Parents and children in search of quality game software haven't had an easy time despite the industry's recent boom years. There's no shortage of inane titles lining shelves with only a cartoon license or television character as the selling point, but these kinds of shovelware aren't acceptable. If a game is too simplistic and boring, its hard for parents to maintain interest in their child's activity. If the game isn't very good to begin with, or if the difficulty level isn't keyed in to young ones, the child will get frustrated by the gameplay. There are many other factors that go into what makes preteen software engaging and appropriate, but overall its a challenge to find something that provides a real opportunity for bonding. Thankfully, Stuart Little 2 steps in to help fill this large gap, brought to shelves by Sony and Magenta Software.
Stuart Little 2 is a 3D platformer featuring the eponymous white mouse who recently starred in movie theaters across the country. While I haven't seen the film, the premise of the disc appears to follow closely. (Or so my son says.) The gist of the plot is that Stuart is a tiny mouse that lives with a regular human family. He befriends a yellow bird named Margalo who is being forced to steal jewelry by a nasty falcon, and decides to help end her enslavement. Your quest is to recover and return the pilfered jewelry to its rightful owners, and eventually put the falcon in his place.
The game is played from a third-person perspective. The games viewpoint is adjustable by moving the Dual Shock 2's right analog stick. Movement can be handled either by the digital pad, or the left analog. The game takes a fairly nonviolent stance from the start and limits offense to throwing small objects like pebbles or Lego blocks at hairy spiders, irate seagulls or toy robots. Besides a good pitching arm, Stuart's other abilities include spinning to use his tail as a defensive shield, flicking it to give him a double-jump, swimming, climbing and even a cute little first-person viewpoint in tunnels or in crawlspaces. Also worth noting is that the game features several mini-games spread throughout the adventure. Skateboarding, flying a model plane and target shooting, among others.
While this adaptation isn't going to win any awards for break-through design or mind-expanding content, I'd like to recognize it for filling a niche that needed to be filled, and doing it quite well.
The games free-roaming levels are large, yet they remain very user-friendly by having clearly delineated areas that are easy to categorize. By breaking things up into sections, it prevents players from being overwhelmed with the multiple possibilities that a "grown-up" platformer might present. As an example, in Stuart's house area there's a bathroom, bedroom, dining and living room all separated by cracked-open doors. The boundaries are highly visible without preventing access, and help encourage short-term achievable goal-setting.
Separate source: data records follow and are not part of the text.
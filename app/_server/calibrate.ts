import "server-only";
import { z } from "zod";
import { getDb } from "./db";
import { runCalculation } from "./calc-pool";
import { computeAndSavePlan } from "./plans";
import { resolvePlannerInput } from "@/lib/db/resolve";
import { saveTemplate } from "@/lib/db/templates";
import { calibrateInputSchema } from "@/lib/schemas/calibrate";
import { calibratedShipper } from "@/lib/calibration/calibrated-box";
import { calibratePlanner } from "@/lib/planners/calibrate";
import type { CalibrationResult } from "@/lib/physics/calibrate";
import { fieldErrorsOf, type FieldErrors } from "@/lib/schemas/errors";
import type { Actor } from "@/lib/db/audit";

/** `{ input, name? }`: a calibrate input (templates by name or spelled out) and the new box's name (default: "<box> — calibrated <log> <date>"). */
export const saveCalibratedBoxSchema = z.object({
  input: z.unknown().refine((x) => typeof x === "object" && x !== null, { error: "The calibration input is missing" }),
  name: z.string().trim().max(120, { error: "Name: at most 120 characters" }).optional(),
});

export type SaveCalibratedBoxOutcome =
  | { ok: true; shipperId: number; shipperName: string; planId: number; result: CalibrationResult }
  | { ok: false; status: 422 | 503 | 500; message: string; fieldErrors: FieldErrors };

const prefixed = (e: FieldErrors): FieldErrors => Object.fromEntries(Object.entries(e).map(([k, v]) => [k ? `input.${k}` : "input", v]));

/**
 * "Use what was measured", the one way from the page and the API: the server fits the log itself (in the
 * worker pool; a client's factors are never stored), saves the plan's box as a new template with the fitted
 * factors and their provenance, and saves a hold plan with that box, to reopen on the hold page.
 */
export async function computeAndSaveCalibratedBox(body: unknown, actor: Actor): Promise<SaveCalibratedBoxOutcome> {
  const req = saveCalibratedBoxSchema.safeParse(body);
  if (!req.success) return { ok: false, status: 422, message: "Some fields are not valid", fieldErrors: fieldErrorsOf(req.error) };
  const db = await getDb();
  const resolved = await resolvePlannerInput(db, "calibrate", req.data.input);
  if (!resolved.ok) return { ok: false, status: 422, message: "Some fields are not valid", fieldErrors: prefixed(resolved.fieldErrors) };
  const parsed = calibrateInputSchema.safeParse(resolved.value);
  if (!parsed.success) return { ok: false, status: 422, message: "Some fields are not valid", fieldErrors: prefixed(fieldErrorsOf(parsed.error)) };
  const inp = parsed.data;
  if (inp.planner !== "hold") {
    const message = "A thaw method is not a library template: put the result's calibration object into the thaw input instead (its `calibration` field)";
    return { ok: false, status: 422, message, fieldErrors: { "input.planner": [message] } };
  }
  const r = await runCalculation("calibrate", resolved.value);
  if (!r.ok) return { ok: false, status: r.status, message: r.message, fieldErrors: prefixed(r.fieldErrors) };
  const result = JSON.parse(r.json) as CalibrationResult;
  const box = calibratedShipper(inp.plan.shipper, result, { name: req.data.name, fittedOn: new Date() });
  if (!box) {
    const message = "The log could not identify any factor (see the warnings), so there is nothing measured to save: the box stays as built";
    return { ok: false, status: 422, message, fieldErrors: { "": [message] } };
  }
  const saved = await saveTemplate(db, "shippers", null, null, box, actor);
  if (!saved.ok) {
    const fe = saved.reason === "invalid" ? Object.fromEntries(Object.entries(saved.fieldErrors).map(([k, v]) => [k === "name" ? "name" : `box.${k}`, v])) : { "": [saved.message] };
    return { ok: false, status: 422, message: saved.reason === "invalid" ? "The calibrated box could not be saved" : saved.message, fieldErrors: fe };
  }
  // The plan again with the calibrated box (and no calibration of its own, so the box's applies).
  const { calibration: _own, ...rest } = (resolved.value as { plan: Record<string, unknown> }).plan;
  const rawPlan = { ...rest, shipper: box };
  const plan = await computeAndSavePlan({ kind: "hold", name: `${calibratePlanner.defaultName(inp).replace(/ calibrated from .*/, "")} — with ${box.name}`.slice(0, 200), input: rawPlan }, actor);
  if (!plan.ok) return { ok: false, status: plan.status, message: `The calibrated box "${box.name}" was saved, but the plan with it was not: ${plan.message}`, fieldErrors: plan.fieldErrors };
  return { ok: true, shipperId: saved.id, shipperName: box.name, planId: plan.id, result };
}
This strategy is also supported by a clear menu screen that functions as a checklist for each stage.
The bulk of the action revolves around simple item-collection tasks. Things such as cat biscuits, golden keys, hidden rings and other various items are scattered high and low throughout the over-sized environments. Thorough searching of the nooks and crannies present will reward diligent gamers. In case there's any difficulty, the developers offer ample assistance. All in-game prompts feature clearly spoken instructions accompanied by text, and Margalo lend a helping wing by doing visual fly-bys of the hard-to-reach items. Lives and health are also in plentiful supply, so frustration levels should be minimal.
Beside the easy-to-grasp layout and extremely approachable difficulty, the game is just a lot of fun to look at. The art design is colorful, inviting and friendly. In fact, Stuart Little 2 is home to the cheeriest, most well-lit sewer level I've ever seen in a videogame. At no point would a child be scared by dark alleys (there are none) or put off by any oppressive scenery. It must also be said that much of the appeal is that your main character is mouse-small in relation to the games people-sized environments. There's just something fascinatingly magnetic about traversing rooms and furniture that wed typically see on a daily basis with the scale magnified by ten times. A CD tray becomes a stepping-stone to a high shelf, a potted plant becomes a ladder and a bunk bed becomes a skyscraper. One man's mundane is certainly one mouse's adventure.
Stuart Little 2 is the kind of game that has its priorities clearly set, and does not deviate from them by adding superfluous elements or things not consistent with the overall philosophy. If players can accept the fact that it does not try to revolutionize or innovate, there's hardly anything to criticize about the game besides the fact that its running on the dated PlayStation hardware. Its far from being "ugly", but people used to playing the newer boxes might have a bit of trouble going back to a lower graphic standard. The objects and structures aren't as solidly constructed as we typically expect on the PlayStation 2, Xbox or GameCube, and the pop-in horizon for items is too close for my taste. Still, despite the lack of horsepower, everything's basically in place and the camera isn't bad at all.
One other thing to be aware of (as it is with practically all 3D platformers) is that some jumps and pathways to travel in later levels might present a bit of challenge for gamers of a very young age I'd guess below ten years or so. Leaping from one lofty clothesline to the next or making a spatial-perception connection between the broken park bench and the kite string dangling above it takes a bit of mental and physical sophistication. I'd advise parents to be nearby in order to provide the occasional helping hand or bit of guidance here and there.
All in all, I'd like to commend Magenta Software for producing a game that avoids the stereotypically gutter-low level of quality signifying a movie-license game, and also dodging the child software ghetto of inane tasks and shallow design. Stuart Little 2 is clearly targeted for a younger audience, but remains a great game not only appropriate, but enjoyable for children, parents and game critics alike.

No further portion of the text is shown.